Next week I’ll be travelling to St Hyacinthe Quebec, one of the premier agricultural areas in Eastern Canada. I’ll be speaking on the grains to farmers and end-users from across the province. The last time I spoke to Quebec farmers was April 5th, 2006. That day 6000 Quebec farmers marched onto Parliament Hill from Hull Quebec. Watching them come onto Parliament Hill that day in masse is something that I will never forget.
You’ve heard me say it many times. Quebec farmers are the best-organized and most dynamic farmers in Canada. Their agricultural economy is very strong, their cohesion the envy of the rest of Canadian farm country. It is unfortunate because of our language difference that we don’t talk to each other much. I feel fortunate that as a unilingual English speaker, I’ve spent quite a bit of time there. Next week I’ll venture back into that world, and I’m sure, I’ll bring back much more than I give. Quebec is a nation within Canada, and one I’m very proud of.
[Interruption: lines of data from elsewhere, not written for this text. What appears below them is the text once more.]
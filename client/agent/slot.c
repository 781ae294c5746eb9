/* One slot from its freeze to its report; see slot.h. */
#include "client/agent/slot.h"

#include <stdio.h>
#include <string.h>

#include "client/agent/fetch.h"
#include "client/agent/filing.h"
#include "client/agent/play.h"
#include "client/agent/watch.h"
#include "server/base/alloc.h"
#include "server/base/check.h"

#define LOOK_NS (NS_PER_S / 4) /* of the system's time between two looks at the slot while nothing moves */

struct slot_run {
	struct driver *d;
	int64_t n, start_ns, end_ns, freeze_ns;
	int64_t now_ns;    /* the clock that counts, at the last look */
	int64_t looked_ns; /* the system's clock, at the last look at the slot */
	bool seen_once, halt_said;
	bool left; /* to the station's other host */
	struct watch_slot seen;
	struct play play;
	struct drive drive;
	bool settled; /* it is known whether there is a drive */
	bool sinking; /* the sink takes the slot's samples */
	int next_note;
	struct filing filing;
	double *sent; /* what went out of the window; owned, wiped */
	int64_t sent_n, sent_cap;
	double *block; /* owned */
	char reason[400];
};

static void say(const struct slot_run *r, const char *event)
{
	char text[24];
	snprintf(text, sizeof text, "%lld", (long long)r->n);
	log_event(&r->d->log, LOG_INFO_, event, "slot", text, NULL);
}

/* The reason is for the sealed report; a log that gave it could tell one slot from another. */
static void halt(struct slot_run *r, enum play_state why, int64_t at_ns, const char *reason)
{
	bool before = play_halted(&r->play);
	play_halt(&r->play, why, at_ns);
	if (before || !play_halted(&r->play))
		return;
	/* Plain characters only: a path cut in the middle of a character would be no text any more. */
	snprintf(r->reason, sizeof r->reason, "%s", reason);
	for (char *p = r->reason; *p != '\0'; p++)
		*p = *p < 0x20 || *p > 0x7e ? '?' : *p;
}

static bool missed(const struct slot_run *r)
{
	int64_t grace = r->d->campaign->plan->slots.guard_ns / 2;
	return r->now_ns >= (r->d->link.rehearsal ? r->end_ns : r->start_ns + grace);
}

static void begin(struct slot_run *r, struct driver *d, int64_t n)
{
	const struct slots *sl = &d->campaign->plan->slots;
	*r = (struct slot_run){.d = d,
	                       .n = n,
	                       .start_ns = slots_start(sl, n),
	                       .end_ns = slots_start(sl, n + 1),
	                       .freeze_ns = slots_freeze(sl, n)};
	play_begin(&r->play, r->start_ns, sl->slot_ns, driver_station(d)->actuator.rate_hz);
	r->block = QB_NEW_ARRAY(double, play_block_samples(&r->play));
}

static void end(struct slot_run *r)
{
	drive_free(&r->drive);
	if (r->sent != NULL)
		wipe(r->sent, (size_t)r->sent_cap * sizeof *r->sent);
	qb_free(r->sent);
	wipe(r->block, play_block_samples(&r->play) * sizeof *r->block);
	qb_free(r->block);
	wipe(r, sizeof *r);
}

/* ---- looking ---- */

/* The time first, then the slot: what stood in the way before this time is then seen before anything is played. */
static enum qb_status look(struct slot_run *r, struct qb_error *e)
{
	int64_t now;
	enum qb_status st = watch_now(r->d, &now, e);
	if (st != QB_OK)
		return st;
	bool moved = now != r->now_ns || !r->seen_once;
	bool quick = r->d->link.rehearsal && moved;
	if (!r->d->link.rehearsal)
		r->now_ns = now;
	if (now >= r->freeze_ns && (quick || !r->settled || clock_now(&r->d->system) - r->looked_ns >= LOOK_NS)) {
		st = watch_slot(r->d, r->n, &r->seen, e);
		if (st != QB_OK)
			return st;
		r->looked_ns = clock_now(&r->d->system);
		r->seen_once = true;
	}
	r->now_ns = now;
	return QB_OK;
}

/*
 * What stands in the way once the slot has begun. A hold is taken to bear on everything that is not out yet. The line
 * in the log depends on the cause alone: whether there was anything left to halt is the slot's secret.
 */
static void obey(struct slot_run *r)
{
	const struct driver *d = r->d;
	const struct {
		bool stands;
		enum play_state why;
		int64_t at_ns;
		const char *reason;
	} causes[] = {{r->seen.stopped, PLAY_STOPPED, r->seen.stopped_gps_ns, "stopped"},
	              {r->seen.held, PLAY_HELD, 0, "held"},
	              {!watch_observing(d->opt.state_file), PLAY_FAILED, 0, "the station is not observing"},
	              {watch_contact_lost(d), PLAY_FAILED, 0, "no contact with the service"},
	              {watch_stopping(d), PLAY_FAILED, 0, "the driver was told to end"}};
	if (r->now_ns < r->start_ns)
		return;
	for (size_t i = 0; i < sizeof causes / sizeof causes[0]; i++) {
		if (!causes[i].stands)
			continue;
		halt(r, causes[i].why, causes[i].at_ns, causes[i].reason);
		if (!r->halt_said)
			say(r, "slot-halted");
		r->halt_said = true;
	}
}

/* ---- the key ---- */

static void open_sink(struct slot_run *r)
{
	struct sink_slot s = {.station = driver_station(r->d)->name,
	                      .slot = r->n,
	                      .start_gps_ns = r->start_ns,
	                      .rate_hz = r->play.rate_hz,
	                      .n_samples = r->play.n_samples};
	struct qb_error e = {0};
	char line[600];
	r->sinking = sink_begin(r->d->sink, &s, &e) == QB_OK;
	if (r->sinking)
		return;
	halt(r, PLAY_FAILED, 0, "the sink failed");
	log_event(&r->d->log, LOG_ERROR_, "sink-failed", "why", qb_error_line(&e, line, sizeof line), NULL);
}

static void load(struct slot_run *r)
{
	const struct drive *v = &r->drive;
	play_load(&r->play, v->counts, v->at, (int64_t)v->n, v->from_ns, v->to_ns);
	r->sent_cap = r->play.window_to - r->play.window_from;
	r->sent = QB_NEW_ARRAY(double, (size_t)r->sent_cap);
}

/* A station that was not observing when the recipes were fetched may be by now. */
static void get_ready(struct slot_run *r)
{
	struct qb_error e = {0};
	if (r->now_ns < r->freeze_ns && r->d->ready_to <= r->n && fetch_ahead(r->d, r->n, &e) != QB_OK)
		log_event(&r->d->log, LOG_WARN_, "recipes-not-fetched", NULL);
}

/* Asks for the key while that can help; decides at the slot's start, or when it is too late. */
static void settle(struct slot_run *r)
{
	struct qb_error e = {0};
	char line[400];
	bool free_now = !r->seen.held && !r->seen.stopped;
	if (r->settled || r->now_ns < r->freeze_ns || !r->seen_once)
		return;
	if (missed(r)) {
		halt(r, PLAY_SKIPPED, 0, "the driver or the key came too late");
		r->settled = true;
	} else if (r->seen.going == GOING_YES && free_now) {
		enum qb_status st = fetch_drive(r->d, r->n, &r->drive, &e);
		r->settled = st != QB_CONFLICT && st != QB_UNREACHABLE;
		if (st == QB_OK)
			load(r);
		else if (r->settled)
			halt(r, PLAY_FAILED, 0, qb_error_line(&e, line, sizeof line));
	} else if (r->now_ns >= r->start_ns && r->seen.going != GOING_UNKNOWN) {
		halt(r,
		     r->seen.stopped ? PLAY_STOPPED
		     : r->seen.held  ? PLAY_HELD
		                     : PLAY_SKIPPED,
		     0, "the station does not go in this slot");
		r->settled = true;
	}
	if (!r->settled)
		return;
	/* Of a slot that is over there may be a file from before a restart: it is left alone. */
	if (!missed(r))
		open_sink(r);
	say(r, "slot-settled");
}

/* ---- playing ---- */

static void take_note(struct slot_run *r, int64_t due_ns)
{
	struct play_note note = {.slot = r->n,
	                         .number = r->next_note,
	                         .at_gps_ns = due_ns,
	                         .state = r->play.state,
	                         .peak_counts = r->play.peak_counts};
	snprintf(note.station, sizeof note.station, "%s", driver_station(r->d)->name);
	note.samples = play_sent(&r->play, &note.played_from_ns, &note.played_to_ns);
	filing_take(&r->filing, &note);
	wipe(&note, sizeof note);
}

static void put(struct slot_run *r, int64_t from, size_t n)
{
	struct qb_error e = {0};
	char line[600];
	for (size_t k = 0; k < n; k++) {
		int64_t at = from + (int64_t)k - r->play.window_from;
		if (at >= 0 && at < r->sent_cap) {
			r->sent[at] = r->block[k];
			r->sent_n = at + 1;
		}
	}
	if (!r->sinking || sink_put(r->d->sink, r->block, n, &e) == QB_OK)
		return;
	sink_abandon(r->d->sink);
	r->sinking = false;
	halt(r, PLAY_FAILED, 0, "the sink failed");
	log_event(&r->d->log, LOG_ERROR_, "sink-failed", "why", qb_error_line(&e, line, sizeof line), NULL);
}

/* Plays up to the look's time, and takes each note when the samples before it are out. */
static bool advance(struct slot_run *r)
{
	int64_t slot_ns = r->end_ns - r->start_ns, due;
	int64_t before = r->play.next;
	int last = play_notes(slot_ns);
	do {
		due = r->next_note < last ? play_note_due(r->start_ns, slot_ns, r->next_note) : PLAY_NEVER;
		int64_t to = due < r->now_ns ? due : r->now_ns, from = r->play.next;
		for (size_t n; (n = play_emit(&r->play, to, r->block)) > 0; from = r->play.next)
			put(r, from, n);
		if (due <= r->now_ns) {
			take_note(r, due);
			r->next_note++;
		}
	} while (due <= r->now_ns);
	return r->play.next != before;
}

static void close_sink(struct slot_run *r)
{
	struct qb_error e = {0};
	char line[600];
	if (!r->sinking || sink_end(r->d->sink, &e) == QB_OK)
		return;
	r->play.state = PLAY_FAILED;
	snprintf(r->reason, sizeof r->reason, "the sink failed");
	log_event(&r->d->log, LOG_ERROR_, "sink-failed", "why", qb_error_line(&e, line, sizeof line), NULL);
}

/* Told to end: goes on until the ramp is out, so that the actuator is not left at a step. */
static bool may_leave(const struct slot_run *r)
{
	if (!watch_stopping(r->d))
		return false;
	return r->now_ns < r->start_ns || r->play.drive == NULL || r->play.last == 0 ||
	       (r->play.silent_from != PLAY_NEVER && r->play.next >= r->play.silent_from);
}

/* Until the slot's last sample is out and its last note taken. False: told to end, or the campaign ended before it. */
static bool play_out(struct slot_run *r)
{
	bool begun = false;
	while (!play_done(&r->play)) {
		struct qb_error e = {0};
		bool progress = false;
		if (look(r, &e) == QB_OK || !r->d->link.rehearsal) {
			if (watch_ended(&r->seen))
				return false;
			if (r->seen_once && r->seen.host >= 0 && r->seen.host != (int)r->d->place) {
				r->left = true;
				say(r, "slot-left-to-other-host");
				return false;
			}
			if (!begun && r->seen_once) {
				filing_begin(&r->filing, r->d, r->n, r->seen.notes);
				begun = true;
			}
			get_ready(r);
			settle(r);
			if (r->settled) {
				obey(r);
				progress = r->now_ns >= r->start_ns && advance(r);
			}
			if (begun)
				filing_send(&r->filing);
		}
		if (may_leave(r))
			return false;
		if (!progress)
			watch_pause(r->d, r->settled && r->now_ns >= r->start_ns);
	}
	return true;
}

/* ---- the report ---- */

static void make_report(const struct slot_run *r, struct play_report *out)
{
	*out = (struct play_report){
	    .slot = r->n, .state = r->play.state, .peak_counts = r->play.peak_counts, .margin = r->drive.margin};
	snprintf(out->station, sizeof out->station, "%s", driver_station(r->d)->name);
	snprintf(out->calibration_id, sizeof out->calibration_id, "%s", r->drive.calibration_id);
	snprintf(out->reason, sizeof out->reason, "%s", r->reason);
	out->samples = play_sent(&r->play, &out->played_from_ns, &out->played_to_ns);
	blake2b_512(out->samples_hash, r->sent, (size_t)out->samples * sizeof *r->sent);
}

enum qb_status slot_run(struct driver *d, int64_t n, bool *filed, struct qb_error *e)
{
	struct slot_run r;
	struct play_report report;
	enum qb_status st = QB_OK;
	*filed = false;
	begin(&r, d, n);
	say(&r, "slot-waits");
	if (play_out(&r)) {
		close_sink(&r);
		st = prekeys_erase(d->prekeys, n, e);
		make_report(&r, &report);
		drive_free(&r.drive);
		struct qb_error ignored = {0};
		if (fetch_ahead(d, n + 1, &ignored) != QB_OK)
			log_event(&d->log, LOG_WARN_, "recipes-not-fetched", NULL);
		*filed = filing_finish(&r.filing, &report);
		wipe(&report, sizeof report);
		say(&r, "slot-ends");
	} else {
		sink_abandon(d->sink);
		if (r.left)
			st = prekeys_erase(d->prekeys, n, e);
	}
	end(&r);
	return st;
}
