/*
 * Ink on warm paper; green for found, rust for missed, violet for what no drill explains. Each also has its own shape,
 * so that nothing depends on colour alone. All text keeps a contrast of at least 4.5 to 1.
 */
#include "client/report/style.h"

#include <stddef.h>

const char *const report_style[] = {
    ":root{--ink:#1c2b2d;--soft:#51605f;--rule:#d8d3c4;--paper:#fbf9f3;--card:#fffefb;--deep:#14343a;"
    "--found:#0c6b5e;--missed:#a63d12;--event:#5a3a94;--aside:#6d7377;--wash:#dcebe4}\n",
    "*{box-sizing:border-box}html{scroll-behavior:smooth}\n",
    "body{margin:0;background:var(--paper);color:var(--ink);font:16px/1.55 system-ui,'DejaVu Sans',sans-serif}\n",
    "header{background:var(--deep);color:#f3f0e6;padding:44px 0 34px;border-bottom:6px solid #c9973a}\n",
    ".in{max-width:1040px;margin:0 auto;padding:0 30px}\n",
    "header p{margin:4px 0 0;color:#cfdad4}header .kind{text-transform:uppercase;letter-spacing:.14em;"
    "font-size:13px;color:#e3bd73;margin:0 0 8px}\n",
    "h1,h2,h3{font-family:Charter,'Bitstream Charter','DejaVu Serif',Georgia,serif;font-weight:600;"
    "line-height:1.2}\n",
    "h1{font-size:38px;margin:0}h2{font-size:25px;margin:0 0 6px}h3{font-size:18px;margin:28px 0 8px}\n",
    "nav{background:#efeadd;border-bottom:1px solid var(--rule);font-size:14px}\n",
    "nav ol{list-style:none;margin:0;padding:10px 0;display:flex;flex-wrap:wrap;gap:4px 22px}\n",
    "nav a{color:var(--deep);text-decoration:none}nav a:hover{text-decoration:underline}\n",
    "a:focus-visible,summary:focus-visible{outline:3px solid #c9973a;outline-offset:2px}\n",
    "section{padding:38px 0 8px}section>p.lead{color:var(--soft);margin:0 0 18px;max-width:74ch}\n",
    ".keys{display:grid;grid-template-columns:repeat(4,1fr);gap:16px;margin:22px 0 10px}\n",
    ".key{background:var(--card);border:1px solid var(--rule);border-top:4px solid var(--deep);"
    "padding:14px 18px}\n",
    ".key b{display:block;font:600 34px/1.1 Charter,'Bitstream Charter','DejaVu Serif',Georgia,serif;"
    "font-variant-numeric:tabular-nums}\n",
    ".key span{font-size:14px;color:var(--soft)}.key.found{border-top-color:var(--found)}"
    ".key.found b{color:var(--found)}.key.missed{border-top-color:var(--missed)}"
    ".key.missed b{color:var(--missed)}.key.event{border-top-color:var(--event)}"
    ".key.event b{color:var(--event)}\n",
    "dl{display:grid;grid-template-columns:160px 1fr;margin:20px 0 0;border-top:1px solid var(--rule)}\n",
    "dt,dd{margin:0;padding:12px 0;border-bottom:1px solid var(--rule)}\n",
    "dt{font-weight:600;color:var(--deep)}\n",
    "table{border-collapse:collapse;width:100%;font-size:14.5px;font-variant-numeric:tabular-nums;"
    "margin:10px 0 18px}\n",
    "caption{text-align:left;color:var(--soft);font-size:14px;padding:0 0 6px}\n",
    "th{font-weight:600;text-align:right;border-bottom:2px solid var(--deep);padding:7px 10px;"
    "vertical-align:bottom}\n",
    "td{text-align:right;border-bottom:1px solid var(--rule);padding:7px 10px}\n",
    "th.t,td.t,td.w{text-align:left}td{white-space:nowrap}td.w{white-space:normal;min-width:190px}tbody "
    "tr:hover{background:#f3efe2}tr.first td{font-weight:600}\n",
    ".scroll{overflow-x:auto}.note{font-size:14px;color:var(--soft);max-width:80ch}\n",
    "figure{margin:14px 0 20px;background:var(--card);border:1px solid var(--rule);padding:16px 18px 12px}\n",
    "figcaption{font-size:14px;color:var(--soft);margin-top:6px;max-width:90ch}\n",
    ".pair{display:grid;grid-template-columns:1fr 1fr;gap:14px 24px}\n",
    "details{margin:8px 0 0;font-size:14px}summary{cursor:pointer;color:var(--deep);text-decoration:underline}\n",
    ".mark{font-size:13px;font-weight:600;color:var(--event)}\n",
    "svg{display:block;width:100%;height:auto;font-family:system-ui,'DejaVu Sans',sans-serif}\n",
    "svg text{font-size:12.5px;fill:var(--ink)}svg .tick{fill:var(--soft)}svg .unit{fill:var(--soft);"
    "font-size:12.5px}\n",
    "svg .name{font-weight:600;font-size:14px}svg .value{font-weight:600;font-size:14px}\n",
    ".grid{stroke:#e7e2d4;stroke-width:1}.axis{stroke:var(--ink);stroke-width:1.2}.zero{stroke:var(--ink);"
    "stroke-width:1.2}\n",
    ".found{fill:var(--found);fill-opacity:.9}circle.missed{fill:var(--card);stroke:var(--missed);"
    "stroke-width:2}\n",
    "path.aside{fill:var(--card);stroke:var(--aside);stroke-width:2}.event{stroke:var(--event);"
    "stroke-width:1.6;stroke-dasharray:5 4}svg .event-label{fill:var(--event);font-size:12px}\n",
    ".wide{fill:#bcd9cd}.narrow{fill:#7db3a3}.point{fill:var(--found);stroke:var(--card);stroke-width:1.5}"
    "path.itt{fill:var(--card);stroke:var(--missed);stroke-width:2}\n",
    ".whisker{stroke:var(--found);stroke-width:2}.extent{stroke:var(--found);stroke-width:2;"
    "stroke-opacity:.45}.band{fill:#e9d3a2;fill-opacity:.75}\n",
    ".residual{fill:var(--found);fill-opacity:.7}.median{stroke:var(--missed);stroke-width:3}\n",
    ".bar{display:inline-block;height:12px;background:var(--found);vertical-align:middle;border-radius:1px}"
    ".bar.none{background:var(--missed)}\n",
    ".legend{display:flex;flex-wrap:wrap;gap:4px 24px;font-size:14px;margin:0 0 8px}.legend svg{width:18px;"
    "height:14px;display:inline-block;vertical-align:-2px;margin-right:6px}\n",
    "footer{margin-top:44px;border-top:1px solid var(--rule);padding:18px 0 40px;color:var(--soft);"
    "font-size:14px}\n",
    "@media(max-width:760px){.keys{grid-template-columns:1fr 1fr}.pair{grid-template-columns:1fr}"
    "dl{grid-template-columns:1fr}dt{border:0;padding-bottom:0}dd{padding-top:2px}h1{font-size:30px}}\n",
    "@media print{nav{display:none}body{background:#fff;font-size:12px}header{background:#fff;color:#000;"
    "padding:0 0 12px}header p,header .kind{color:#333}section{break-inside:avoid-page;padding-top:18px}"
    "figure{break-inside:avoid}}\n",
    ".states{list-style:none;display:flex;flex-wrap:wrap;gap:8px 30px;margin:0 0 12px;padding:12px 18px;"
    "background:var(--card);border:1px solid var(--rule)}.states b{font-size:19px;font-variant-numeric:tabular-nums}\n",
    NULL,
};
Quebec is a grains exporter. In Ontario we muse about our corn production all the time. We produced about 340 million bushels, most of which we consume ourselves. However, since October 2012, we’ve had so much corn around, we’ve had to export it, mostly to the United States. As I’ve said many times, that’s like exporting snow to Canada in January. We export to Quebec too, but they are in the same vote. However, they are much better placed for grain exports that Ontario. Salt water wafts up toward Quebec City. Lots of Quebec corn this past year has ended up in Ireland.
At one time Quebec got their corn from Ontario. I remember very clearly my college roommate back in the early 1980s talking about the cash basis bids in Quebec for his corn. It was at the time about one third of the price of corn. Needless to say over time, corn hybrids improved and Quebec built their own corn economy with a huge internal dairy and hog market. Last year Quebec produced about 3.4 million metric tonnes of corn and consumed about 2.5-3 million metric tonnes. Like Ontario, they export corn, making Eastern Ontario corn prices some of the cheapest corn prices in the North America. The only place cheaper is in the Western Corn Belt.
Quebec’s advantage over Ontario is the proximity to the St. Lawrence River for exporting. These export facilities are at Quebec City, Montreal, Sorel and Three Rivers. Moving grain by ship is always so much cheaper than by truck or rail. Whether its non-gmo soybeans or corn, Quebec has the export facilities to ship grains out the St. Lawrence River.
Needless to say, Quebec agriculture is a lot about dairy, hogs, corn, wheat and soybeans but it is so much else. There is something in the collective soul of a Quebec farmer that can’t be measured. Quebec farmers don’t necessarily look to Canada as their country. Being a Quebec farmer is something you feel, with the national capital in Quebec City. Parti Quebecois founder and former Premier Rene Levesque once said, “if we want our own country, we must have are own food supply.” That’s the reason that Quebec farm country is so dynamic against the rest of Canada. They’ve always had a plan and that is to support made in Quebec agriculture.
Of course the elephant in the room whenever an English Canadian shows up in Quebec is politics. In Quebec, there always resides a large minority of the population who want to make Quebec a country. Separation politics over the last 50 years have divided families in Quebec as well as dividing Canadians. It almost happened in 1995 when Quebecers came within 40,000 votes of breaking up Canada.
French Canadian separatists as well as the TROC (The Rest of Canada) exhaled. However, former Prime Minster Jean Chretien and his young Minister of Intergovernmental Affairs Stephane Dion put forward the Clarity Act, which sets out the conditions for Quebec separation. With Premier Pauline Marois currently in an election campaign battle she is expected to win, the separation question is back in the national consciousness. We move on.
It’s my experience though that Quebecois loathe their politicians a lot like the rest of us do. Next week will be about Quebec agriculture, Quebec grains and trying to put risk management on Quebec radar. I’ll be among friends, good friends and despite our differences, we will be farmers. That bond transcends almost everything.